Abandon Text!

W. H. Auden once said: "Poems are not finished; they are abandoned." I have been abandoning writing projects for many years, since only the pressure of deadline and high expectations ever got me to finish, or even start, anything of merit. This blog is an attempt to create a more consistent, self-directed writing habit. Hopefully a direction and voice will emerge.

Monday, April 09, 2007

Creeks and Romans

Easter was cold this year. The sun shone brightly on a clear blue sky with white clouds and green grass; if you stayed inside and looked out the window you would have declared it to be the most Easter-y of days. And then when you stepped outside into 28 F, the world would seem like a giant Easter bouquet kept in a florist's chilly refrigerator. It's a little hard to have a spring-time festival of rebirth and renewal when you feel like going back inside and hibernating. Yes, it's the resurrection of Christ that we're supposed to be celebrating, but our heathen blood is still warmed more by sunshine than philosophy.

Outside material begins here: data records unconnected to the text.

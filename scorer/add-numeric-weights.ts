import type { CompiledHeads } from "./compile-heads.js";
import { clipStandardized } from "./clip-standardized.js";
import type { InputPlan } from "./compile-inputs.js";

/**
 * Adds the heads' weights of the standardized numerics to z: (x - mean) / std
 * times the weight; a missing or infinite value adds nothing (reads 0).
 *
 * @example
 * addNumericWeights(plan, block, rows, heads, z);
 */
export function addNumericWeights(
  plan: InputPlan,
  block: Float64Array,
  count: number,
  heads: CompiledHeads,
  z: Float64Array,
): void {
  const feature = plan.standardizedFeature;
  const mean = plan.mean;
  const std = plan.std;
  const weight = heads.numericWeight;
  const lanes = heads.lanes;
  const headCount = heads.headCount;
  const stride = plan.stride;
  for (let i = 0; i < count; i++) {
    const zo = i * lanes;
    for (let j = 0; j < feature.length; j++) {
      const x = block[i * stride + feature[j]];
      if (!Number.isFinite(x)) continue;
      const v = clipStandardized(x, mean[j], std[j]);
      const g = j * lanes;
      for (let h = 0; h < headCount; h++) z[zo + h] += weight[g + h] * v;
    }
  }
}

And yet we still had the Easter egg hunt, bundled in jackets and hoods and gloves. The kids seem to be impervious to cold. The anthroposophists insist that children have underdeveloped temperature regulation systems, so they literally don't realize how cold they are . . . which is why parents are constantly chasing them around and insisting they put on a coat. I was not inclined to believe it, until now.

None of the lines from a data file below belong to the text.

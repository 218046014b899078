/**
 * The in-memory model that the trainer produces and the scorer applies. The
 * artifact (schemas/scorer-artifact.schema.json) is a compact serialization of
 * these; the scorer's traversal over them is the one the trainer's leaf encoder
 * calls, so training and serving compute the same thing by construction.
 */

/**
 * The inputs a model reads, in a fixed order. Numeric features come first
 * (index i), categorical features after them (index numeric.length + j).
 */
export interface FeatureContract {
  readonly numeric: readonly string[];
  readonly categorical: readonly CategoricalFeature[];
}

export interface CategoricalFeature {
  readonly name: string;
  /**
   * The values the trees split on natively, in code order (code = position).
   * Empty for a categorical feature used only by the heads (hashed). Values not
   * listed are read as missing by the trees.
   */
  readonly values: readonly string[];
}

/**
 * One tree in the implicit complete layout: internal node i has children
 * 2i + 1 (left) and 2i + 2 (right); a tree that stopped growing early is padded
 * with pass-through nodes so that every tree of a forest has the same depth.
 * Leaf k (0 <= k < 2^depth) is node 2^depth - 1 + k.
 */
export interface TreeModel {
  /** Per internal node (2^depth - 1): feature index in the contract, or -1 for a pass-through node that always goes left. */
  readonly feature: Int32Array;
  /** Per internal node: a numeric split goes right when x > threshold (a raw feature value). */
  readonly threshold: Float64Array;
  /** Per internal node: 1 when a missing value goes right, else 0. */
  readonly missingRight: Uint8Array;
  /**
   * Per internal node: for a categorical split, the category codes that go right
   * (sorted); null for numeric and pass-through nodes.
   */
  readonly rightCategories: readonly (Int32Array | null)[];
  /** Per leaf (2^depth): the leaf value, learning rate already applied. */
  readonly leafValue: Float64Array;
}

/** The trees fitted for one outcome; their leaves are features for every head. */
export interface ForestModel {
  readonly outcome: string;
  /** The forest's starting log-odds (logit of the weighted positive rate). */
  readonly baseLogit: number;
  readonly depth: number;
  readonly trees: readonly TreeModel[];
}

/**
 * A logistic head for one outcome: sparse weights over the encoded features
 * (leaf one-hots of every forest, hashed categoricals, standardized numerics).
 */
export interface HeadModel {
  readonly outcome: string;
  readonly bias: number;
  /** Encoded-feature indexes with a non-zero weight, ascending. */
  readonly index: Int32Array;
  readonly weight: Float64Array;
  /**
   * Negative keep rate the head was trained with under "recalibrate" correction:
   * the served probability is q = p / (p + (1 - p) / rate). 1 means no correction.
   */
  readonly negativeKeepRate: number;
}

/**
 * How a row becomes the heads' sparse input. The encoded index space is laid out as
 * [leaf one-hots of every tree of every forest, in forest then tree order, 2^depth
 * slots per tree] then [2^hashBits hashed buckets] then [one slot per standardized
 * numeric feature]. The bias is kept apart from the index space (HeadModel.bias).
 */
export interface EncodingSpec {
  readonly hashBits: number;
  readonly hashSeed: number;
  /** Categorical columns hashed one by one. */
  readonly hashed: readonly string[];
  /** Crosses of categorical columns, each hashed as one feature. */
  readonly crosses: readonly (readonly string[])[];
  /** Numeric features added standardized: (x - mean) / std, missing -> 0. */
  readonly numeric: readonly {
    readonly name: string;
    readonly mean: number;
    readonly std: number;
  }[];
}

/**
 * A batch of encoded rows in compressed sparse row form: row r's entries are
 * index[offsets[r] .. offsets[r + 1]). value is null when every entry is 1
 * (leaves and hashed buckets); otherwise it holds one value per entry.
 */
export interface EncodedBatch {
  readonly rowCount: number;
  readonly offsets: Uint32Array;
  readonly index: Int32Array;
  readonly value: Float64Array | null;
}

/**
 * Everything the scorer needs: the trees, how rows are encoded for the heads, the
 * heads, and each head's weight in the combined ranking score. The artifact is a
 * serialization of exactly this.
 */
export interface ScoringModel {
  readonly contract: FeatureContract;
  readonly forests: readonly ForestModel[];
  readonly encoding: EncodingSpec;
  readonly heads: readonly HeadModel[];
  /** Per head, in the same order: the outcome's weight in the combined score sum(valueWeight * q). */
  readonly valueWeights: readonly number[];
}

The boys are old enough now that the cuteness of toddlerhood is giving way to the loudness and brashness of true boyhood. The egg-hunt, and following chocolate-bunny binge, was still fun, and Aidan did an especially good job of helping his younger brother in the hunt. But the day as a whole had more "did-not-did-too" squabbles, especially while they are cooped up inside with their thin-blooded parents. The high point of the day, the time of greatest brotherly love and spring-time zeal, was when we finally went back outside to play in the creek. Sunlight on natural water is magical; sand, mud, rock, grass, all primative and beautiful. Even the hacking at mud with sticks, the futile attempts to build dams and bridges, is a part of the natural beauty. All our spirits were resurrected.